Шрифт:
Интервал:
Закладка:
Для защиты вместо бронежилетов и касок все мы получили по ламинированной иконке Девы Марии для ношения на груди – адмирал благословил нас ими перед самым стартом. Почти все мы покинули лагерь чуть ли не с радостью: до этого наши дни были заняты обсуждениями тактики, подготовкой провизии и изучением карты с нашим маршрутом по южной оконечности Лаоса. Моряки уже ходили в эти края на разведку, а лаосец там вырос. Контрабандисты, сказал он, то и дело шастают через границу. Иногда мы слушали радио “Свободный Вьетнам” – трансляции велись из бамбуковой хибарки рядом с адмиральской хижиной.
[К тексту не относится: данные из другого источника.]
"""Raster images on PDF pages, encoded once where they are drawn, never at assembly.

reportlab's ``drawImage`` decodes an image, hashes its raw pixels and compresses them
again on every canvas it meets: in every layout pass of the document, in every build,
for every 3D view; that was most of the PDF stage of a set with 3D views. Here an image
becomes its PDF stream once, where the figure is drawn (a figure worker, whose result
the stage cache keeps), and the page only names it:

- an 8-bit, non-interlaced grey or RGB PNG goes in as it is: its IDAT data is a zlib
  stream of rows with PNG filters, which PDF's FlateDecode undoes with the PNG
  predictors (DecodeParms /Predictor 15; ISO 32000-1, 7.4.4.4), so nothing is decoded
  or compressed again;
- any other image (an alpha channel, a palette, 16 bits, interlacing) is decoded once:
  an alpha channel that is opaque everywhere is dropped, any other becomes a soft mask.

Each image is one XObject per PDF, named by the digest of its stream, so the same view
drawn twice is stored once, and the bytes depend on the content only.
"""

from __future__ import annotations

import hashlib
import io
import struct
import zlib
from dataclasses import dataclass

import numpy as np
from reportlab.pdfbase.pdfdoc import PDFDictionary, PDFName, PDFObject, PDFStream
from reportlab.platypus import Flowable

from sheets.report.document import layout_only

PNG_SIGNATURE = b"\x89PNG\r\n\x1a\n"
GREY, RGB = 0, 2  # PNG colour types that PDF reads as they are (with 8 bits, not interlaced)


@dataclass(frozen=True)
class PdfImage:
    """An image as a PDF image stream: FlateDecode data of ``colours`` (1 grey, 3 RGB) 8-bit samples."""

    width: int  # pixels
    height: int
    colours: int
    data: bytes  # the stream, compressed
    predicted: bool  # rows carry PNG filter bytes (the IDAT data of a PNG)
    alpha: "PdfImage | None" = None  # soft mask (grey), where the image is not opaque everywhere

    @property
    def name(self) -> str:
        """The XObject name: the digest of everything the stream dictionary and data hold."""
        digest = hashlib.sha256(b"%d %d %d %d " % (self.width, self.height, self.colours, self.predicted))
        digest.update(self.data)
        if self.alpha is not None:
            digest.update(self.alpha.name.encode())
        return f"SheetsImage{digest.hexdigest()[:24]}"


def from_png(png: bytes) -> PdfImage:
    """A PNG as a PDF image: its own compressed data where PDF can read it as it is, else decoded once."""
    if not png.startswith(PNG_SIGNATURE):
        raise ValueError("not a PNG image")
    header, idat, transparent = None, [], False
    at = len(PNG_SIGNATURE)
    while at + 8 <= len(png):
        length, kind = struct.unpack(">I4s", png[at:at + 8])
        body = png[at + 8:at + 8 + length]
        if kind == b"IHDR":
            header = struct.unpack(">IIBBBBB", body)
        elif kind == b"IDAT":
            idat.append(body)
        elif kind == b"tRNS":  # a transparent colour key: take the decoding route, which keeps it
            transparent = True
        elif kind == b"IEND":
            break
        at += 12 + length
    if header is None or not idat:
        raise ValueError("PNG without a header or image data")
    width, height, depth, colour, _compression, _filter, interlace = header
    if depth == 8 and interlace == 0 and colour in (GREY, RGB) and not transparent:
        return PdfImage(width, height, 1 if colour == GREY else 3, b"".join(idat), True)
    from PIL import Image

    with Image.open(io.BytesIO(png)) as im:
        keeps_alpha = im.mode in ("RGBA", "LA", "PA") or "transparency" in im.info
        pixels = np.asarray(im.convert("RGBA" if keeps_alpha else "RGB"))
    return from_pixels(pixels)


def from_pixels(pixels: np.ndarray) -> PdfImage:
    """An image from 8-bit samples, top row first: height x width x (1 grey, 3 RGB, or 4 RGBA)."""
    pixels = np.ascontiguousarray(pixels, dtype=np.uint8)
    if pixels.ndim == 2:
        pixels = pixels[..., None]
    height, width, channels = pixels.shape
    alpha = None
    if channels == 4:
        if not (pixels[..., 3] == 255).all():
            alpha = from_pixels(pixels[..., 3])
        pixels = pixels[..., :3]
    colours = pixels.shape[2]
    if colours not in (1, 3):
        raise ValueError(f"an image of {channels} channels: give grey, RGB or RGBA samples")
    return PdfImage(width, height, colours, zlib.compress(np.ascontiguousarray(pixels).tobytes()), False, alpha)


class _ImageStream(PDFObject):
    """The XObject of one ``PdfImage``: its dictionary and its data as they are (no filter applied again)."""

    def __init__(self, image: PdfImage):
        self.image = image
        self.smask = None  # a reference to the soft mask's XObject, set when the mask is registered

    def format(self, document):
        image = self.image
        entries = PDFDictionary()
        entries["Type"] = PDFName("XObject")
        entries["Subtype"] = PDFName("Image")
        entries["Width"] = image.width
        entries["Height"] = image.height
        entries["BitsPerComponent"] = 8
        entries["ColorSpace"] = PDFName("DeviceGray" if image.colours == 1 else "DeviceRGB")
        entries["Filter"] = PDFName("FlateDecode")  # one filter, not an array: its DecodeParms is then one dictionary
        if image.predicted:
            entries["DecodeParms"] = PDFDictionary({"Predictor": 15, "Colors": image.colours, "BitsPerComponent": 8,
                                                    "Columns": image.width})
        if self.smask is not None:
            entries["SMask"] = self.smask
        return PDFStream(entries, image.data).format(document)


def register_image(canvas, image: PdfImage) -> str:
    """The image's XObject in the canvas's document, made the first time it is drawn; its resource name.

    Does with a ready-made stream what reportlab's ``Canvas.drawImage`` does with the image it makes:
    the document's name table, and (``place``) the page's list of forms in use."""
    doc = canvas._doc
    name = doc.getXObjectName(image.name)
    if doc.idToObject.get(name) is None:
        stream = _ImageStream(image)
        if image.alpha is not None:
            stream.smask = doc.Reference(_ImageStream(image.alpha), doc.getXObjectName(image.alpha.name))
        doc.Reference(stream, name)
        doc.addForm(image.name, stream)
    return name


def place(canvas, key: str, name: str, x: float, y: float, sx: float, sy: float) -> None:
    """Draw the registered XObject ``name`` (document key ``key``) scaled by (sx, sy) at (x, y) on this page."""
    canvas.saveState()
    canvas.translate(x, y)
    canvas.scale(sx, sy)
    canvas._code.append(f"/{name} Do")
    canvas.restoreState()
    canvas._formsinuse.append(key)  # the page's resources name it (Canvas._setXObjects at showPage)


def draw_image(canvas, image: PdfImage, x: float, y: float, width: float, height: float) -> None:
    """Draw ``image`` into the rectangle at (x, y) of ``width`` x ``height`` points."""
    name = register_image(canvas, image)
    canvas._currentPageHasImages = 1
    place(canvas, image.name, name, x, y, width, height)


class ImageFlowable(Flowable):
    """A raster figure at a fixed size on the page; placed only in the pass that draws the set."""

    def __init__(self, image: PdfImage, width: float, height: float):
        super().__init__()
        self.image = image
        self.width = width
        self.height = height

    def wrap(self, avail_width, avail_height):
        return self.width, self.height

    def draw(self):
        if not layout_only(self.canv):  # a pass that only finds where things land draws nothing costly
            draw_image(self.canv, self.image, 0, 0, self.width, self.height)
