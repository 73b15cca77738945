"""Page layout of a sheet set: body frame, title block and footer on every page.

Every page carries the title block (fields and labels from the template, e.g.
project, number, calculation, sheet n of N, revision, date, prepared by,
checked by), a running head naming the section, and a footer with the short
caution and the input fingerprint. Headings become PDF bookmarks (outline) and
contents entries. "Sheet n of N" needs N before the last page is laid out:
the document is laid out in passes (reportlab's multiBuild) until the contents
and the page count agree with the previous pass. Those passes only find where
things land: tables, figures and page decorations skip drawing in them
(``layout_only``), and one last pass, laid out as the settled one, draws the
whole set. A rebuild starts from where the last build's pages fell
(``multiBuild(seed=...)``): while they fall alike, the drawing pass is the only one.

Bytes are deterministic: reportlab's invariant mode, and the PDF creation date
taken from the project's date, never the clock.
"""

from __future__ import annotations

import io
import re
from contextlib import contextmanager
from dataclasses import dataclass

from reportlab import rl_config
from reportlab.lib import colors
from reportlab.pdfbase.pdfmetrics import stringWidth
from reportlab.platypus import BaseDocTemplate, Frame, PageTemplate, Paragraph
from reportlab.platypus.flowables import Flowable
from reportlab.platypus.tableofcontents import TableOfContents

from sheets.model.project import ProjectInfo
from sheets.report.fonts import Fonts
from sheets.report.templates import FOOTER_SIZE, Template

LINE = colors.HexColor("#444444")
LABEL_SIZE = 6.0  # no printed text under 6 pt
VALUE_SIZE = 7.5
ROW_HEIGHT = 19.0  # points per title-block row
FOOTER_HEIGHT = 17.0
HEAD_HEIGHT = 14.0


LAYOUT_ONLY = "sheets_layout_only"  # set on the canvas of a pass that lays out and draws nothing costly


def layout_only(canvas) -> bool:
    """True while the document is laid out to find page numbers: a flowable may skip drawing."""
    return getattr(canvas, LAYOUT_ONLY, False)


@contextmanager
def binary_streams():
    """Compressed streams without ASCII85 on top: a quarter smaller, and far faster to write.

    reportlab reads this switch from its module-level config when each stream is made, so it is
    set for the duration of one PDF and then put back.
    """
    saved = rl_config.useA85
    rl_config.useA85 = 0
    try:
        yield
    finally:
        rl_config.useA85 = saved


class Heading(Paragraph):
    """A section heading: becomes a bookmark, an outline entry and a contents line."""

    def __init__(self, text: str, style, level: int, key: str):
        super().__init__(text, style)
        self.level = level
        self.key = key
        self.plain = re.sub(r"<[^>]+>", "", text)


class PageCount(Flowable):
    """Zero-size marker that keeps the multi-pass build going until "of N" is right."""

    def __init__(self, doc: "SheetDocument"):
        super().__init__()
        self.doc = doc
        self.width = self.height = 0

    def isIndexing(self):
        return 1

    def isSatisfied(self):
        return self.doc.total_pages == self.doc.pages_seen

    def beforeBuild(self):
        self.doc.total_pages = self.doc.pages_seen or None
        self.doc.pages_seen = 0

    def afterBuild(self):
        pass

    def notify(self, kind, stuff):
        pass

    def draw(self):
        pass


@dataclass(frozen=True)
class Layout:
    """Where a set's pages fell: the entries (level, text, page, key) of each contents list, and the page count."""

    contents: tuple[tuple[tuple, ...], ...]  # per contents list in the story
    pages: int


@dataclass(frozen=True)
class Metadata:
    title: str
    author: str
    subject: str
    keywords: tuple[str, ...]
    date: str  # ISO date from the project file, or ""


def pdf_date(iso: str):
    """A reportlab date formatter giving the project's date at midnight UTC (None: reportlab's fixed date)."""
    m = re.fullmatch(r"(\d{4})-(\d{2})-(\d{2}).*", iso.strip())
    if not m:
        return None
    y, mo, d = m.groups()
    return lambda *_args: f"D:{y}{mo}{d}000000+00'00'"


class SheetDocument(BaseDocTemplate):
    def __init__(self, buffer, template: Template, info: ProjectInfo, fingerprint: str, fonts: Fonts,
                 metadata: Metadata, version: str):
        self.template = template
        self.info = info
        self.fingerprint = fingerprint
        self.fonts = fonts
        self.metadata = metadata
        self.version = version
        self.total_pages: int | None = None
        self.pages_seen = 0
        self.running_head = ""
        self.drawing = True  # False in the passes that only lay out
        self.layout: Layout | None = None  # where the pages fell, once built (multiBuild)
        width, height = template.page_size
        m = template.margin
        rows = self.block_rows()
        self.block_height = ROW_HEIGHT * len(rows)
        super().__init__(
            buffer,
            pagesize=template.page_size,
            leftMargin=m,
            rightMargin=m,
            topMargin=m,
            bottomMargin=m,
            title=metadata.title,
            author=metadata.author,
            subject=metadata.subject,
            keywords=list(metadata.keywords),
            creator=f"sheets {version}",
            invariant=1,
            pageCompression=1,
            initialFontName=fonts.regular,  # else every page names Helvetica, a font that is not embedded
        )
        bottom = m + FOOTER_HEIGHT + self.block_height + 8
        top = height - m - HEAD_HEIGHT
        body = Frame(m, bottom, width - 2 * m, top - bottom, id="body", leftPadding=0, rightPadding=0,
                     topPadding=4, bottomPadding=4)
        self.addPageTemplates([PageTemplate(id="sheet", frames=[body], onPageEnd=self._decorate)])

    @property
    def body_width(self) -> float:
        return self.template.page_size[0] - 2 * self.template.margin

    @property
    def body_height(self) -> float:
        return self.template.page_size[1] - 2 * self.template.margin - FOOTER_HEIGHT - self.block_height - 8 - HEAD_HEIGHT - 8

    # -- build hooks ------------------------------------------------------------
    def multiBuild(self, story, maxPasses=10, seed: Layout | None = None, **kw):
        """Lay out without drawing until the contents and page count settle, then build once more, drawing.

        reportlab's own multiBuild draws every pass. This loop follows it (indexing flowables told before
        and after each pass, its edits to the story undone between passes) but gives the passes before the
        layout settles a canvas marked ``layout_only`` that writes to a scratch buffer. The settled pass
        leaves every indexing flowable with what it found, so the drawing pass lays out the same pages and
        is satisfied at once; were it not, the loop lays out again until it settles.

        ``seed``: the layout of an earlier build of this set (``self.layout`` after a build). The first pass
        then draws, starting from it: where the pages fall as they did, that one pass is the whole build.
        Its bytes are those of a build from nothing, because the layout that satisfies the passes is one
        only: no flowable's size depends on a page number (the contents list draws its numbers after its
        lines are laid out), so the pages fall alike whatever numbers the passes start from. Returns the
        passes made."""
        self._indexingFlowables = [f for f in story if f.isIndexing()]
        self._doSave = 0  # the canvas is saved here, once, after the drawing pass
        edits: list = []
        self._multiBuildEdits = edits.append
        self.drawing = seed is not None and self._start_from(seed)
        try:
            for passes in range(1, maxPasses + 2):
                for f in self._indexingFlowables:
                    f.beforeBuild()
                self.build(story[:], None if self.drawing else io.BytesIO(), **kw)
                for f in self._indexingFlowables:
                    f.afterBuild()
                settled = self._allSatisfied()
                if settled and self.drawing:
                    self.canv.save()
                    self.layout = Layout(self._contents(), self.pages_seen)
                    return passes
                while edits:  # undo what the pass changed on the story's flowables (e.g. keepWithNext)
                    edit = edits.pop(0)
                    edit[0](*edit[1:])
                self.drawing = settled  # draw after a settled layout; after a drawing pass that was not, lay out again
            raise IndexError(f"the contents and page count did not settle in {maxPasses} passes")
        finally:
            self.drawing = True
            del self._multiBuildEdits

    def _contents_lists(self) -> list[TableOfContents]:
        return [f for f in self._indexingFlowables if isinstance(f, TableOfContents)]

    def _contents(self) -> tuple[tuple[tuple, ...], ...]:
        return tuple(tuple(tuple(entry) for entry in toc._entries) for toc in self._contents_lists())

    def _start_from(self, seed: Layout) -> bool:
        """Give the indexing flowables what an earlier build found, as if a pass had just found it
        (False, nothing given, where the story's contents lists are not those of the seed)."""
        tocs = self._contents_lists()
        if len(tocs) != len(seed.contents):
            return False
        for toc, entries in zip(tocs, seed.contents):
            toc.clearEntries()
            toc.addEntries(list(entries))
        self.pages_seen = seed.pages
        return True

    def beforeDocument(self):
        setattr(self.canv, LAYOUT_ONLY, not self.drawing)
        formatter = pdf_date(self.metadata.date)
        if formatter is not None:
            self.canv.setDateFormatter(formatter)
        self.canv.setProducer(f"sheets {self.version} (reportlab)")
        self.running_head = ""

    def afterPage(self):
        self.pages_seen = self.page

    def afterFlowable(self, flowable):
        if isinstance(flowable, Heading):
            key = flowable.key
            self.canv.bookmarkPage(key)
            self.canv.addOutlineEntry(flowable.plain, key, level=flowable.level, closed=flowable.level > 0)
            self.notify("TOCEntry", (flowable.level, flowable.plain, self.page, key))
            if flowable.level == 0:
                self.running_head = flowable.plain

    # -- the decoration of every page -------------------------------------------
    def block_rows(self) -> list[list]:
        rows, row, used = [], [], 0
        for f in self.template.fields:
            if used + f.span > self.template.columns:
                rows.append(row)
                row, used = [], 0
            row.append(f)
            used += f.span
        if row:
            rows.append(row)
        return rows

    def field_value(self, field: str, page: int) -> str:
        if field == "sheet":
            total = self.total_pages if self.total_pages and self.total_pages >= page else "?"
            return f"{page} of {total}"
        if field == "fingerprint":
            return self.fingerprint[:16]
        return str(getattr(self.info, field, "") or "-")

    def _decorate(self, canvas, doc):
        if layout_only(canvas):
            return
        t = self.template
        width, height = t.page_size
        m = t.margin
        f = self.fonts
        canvas.saveState()
        # running head
        canvas.setFont(f.regular, 7)
        canvas.setFillColor(LINE)
        canvas.drawString(m, height - m - 8, _fit(self.info.title, f.regular, 7, (width - 2 * m) * 0.6))
        canvas.drawRightString(width - m, height - m - 8, _fit(self.running_head, f.regular, 7, (width - 2 * m) * 0.38))
        canvas.setStrokeColor(LINE)
        canvas.setLineWidth(0.4)
        canvas.line(m, height - m - HEAD_HEIGHT + 2, width - m, height - m - HEAD_HEIGHT + 2)
        # title block
        block_top = m + FOOTER_HEIGHT + self.block_height
        cell = (width - 2 * m) / t.columns
        canvas.setLineWidth(0.6)
        canvas.rect(m, m + FOOTER_HEIGHT, width - 2 * m, self.block_height)
        canvas.setLineWidth(0.3)
        for r, row in enumerate(self.block_rows()):
            y = block_top - (r + 1) * ROW_HEIGHT
            x = m
            if r:
                canvas.line(m, y + ROW_HEIGHT, width - m, y + ROW_HEIGHT)
            for i, field in enumerate(row):
                w = cell * field.span
                if r == len(self.block_rows()) - 1 and i == len(row) - 1:
                    w = width - m - x  # last cell takes what is left
                if x > m:
                    canvas.line(x, y, x, y + ROW_HEIGHT)
                canvas.setFont(f.regular, LABEL_SIZE)
                canvas.setFillColor(LINE)
                canvas.drawString(x + 2.5, y + ROW_HEIGHT - 7, field.label)
                canvas.setFillColor(colors.black)
                value = self.field_value(field.field, doc.page)
                size = _fitting_size(value, f.bold, VALUE_SIZE, w - 5)
                canvas.setFont(f.bold, size)
                canvas.drawString(x + 2.5, y + 4, _fit(value, f.bold, size, w - 5))
                x += w
        # footer: the caution on its own line, then the input fingerprint
        canvas.setFont(f.regular, FOOTER_SIZE)
        canvas.setFillColor(colors.black)
        canvas.drawString(m, m + FOOTER_HEIGHT - 7, t.footer_caution)  # the template check makes sure it fits
        canvas.setFont(f.mono, 6.0)
        canvas.setFillColor(LINE)
        canvas.drawString(m, m + 1, f"Input fingerprint (SHA-256): {self.fingerprint}")
        canvas.drawRightString(width - m, m + 1, f"sheets {self.version}")
        canvas.restoreState()


def _fitting_size(text: str, font: str, size: float, width: float, smallest: float = 6.0) -> float:
    """``size`` shrunk until ``text`` fits ``width``, but never under ``smallest`` (then ``_fit`` cuts it)."""
    w = stringWidth(text, font, size)
    if w <= width:
        return size
    return max(smallest, size * width / w)


def _fit(text: str, font: str, size: float, width: float) -> str:
    """Cut ``text`` with an ellipsis so it fits ``width`` points."""
    if stringWidth(text, font, size) <= width:
        return text
    while text and stringWidth(text + "…", font, size) > width:
        text = text[:-1]
    return text + "…"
По радио передавали адмиральские речи, читали газетные статьи и гоняли ностальгическую попсу; гвоздями сезона были Джеймс Тейлор и Донна Саммер. Коммунисты ненавидят песни о любви, заявил адмирал. Они не верят в любовь, романтику и развлечения. Они считают, что любить можно только родину и революцию. Но народ любит песни о любви, а мы служим народу. Поэтому радиоволны несли эту проникновенную лирику через Лаос во Вьетнам. У меня в кармане лежал транзистор с наушником, позволяющий мне слушать эти передачи, и я дорожил им больше, чем своим оружием и образом Пресвятой Девы. Клод, который не верил ни в нее, ни в какого бы то ни было бога вообще, попрощался с нами по-светски, крепкими рукопожатиями. Удачи, сказал он. Туда и обратно. Одна нога здесь, другая там, потом опять здесь. Легко сказать, подумал я. Наверное, эта мысль возникла у многих членов нашего отряда, но все промолчали. Почувствовав мое беспокойство, Клод положил руку мне на плечо. Береги себя, дружище. Если начнут стрелять, просто сиди и не высовывайся. Пусть работают профессионалы. Его оценка моих способностей была трогательна и, скорее всего, справедлива. Он хотел, чтобы я уцелел, – этот человек, наряду с Маном научивший меня всему, что я знал о приемах разведки и о конспирации как образе жизни. Возвращайтесь, ребята, сказал Клод, мы будем ждать. Увидимся, сказал я. На том мы и расстались.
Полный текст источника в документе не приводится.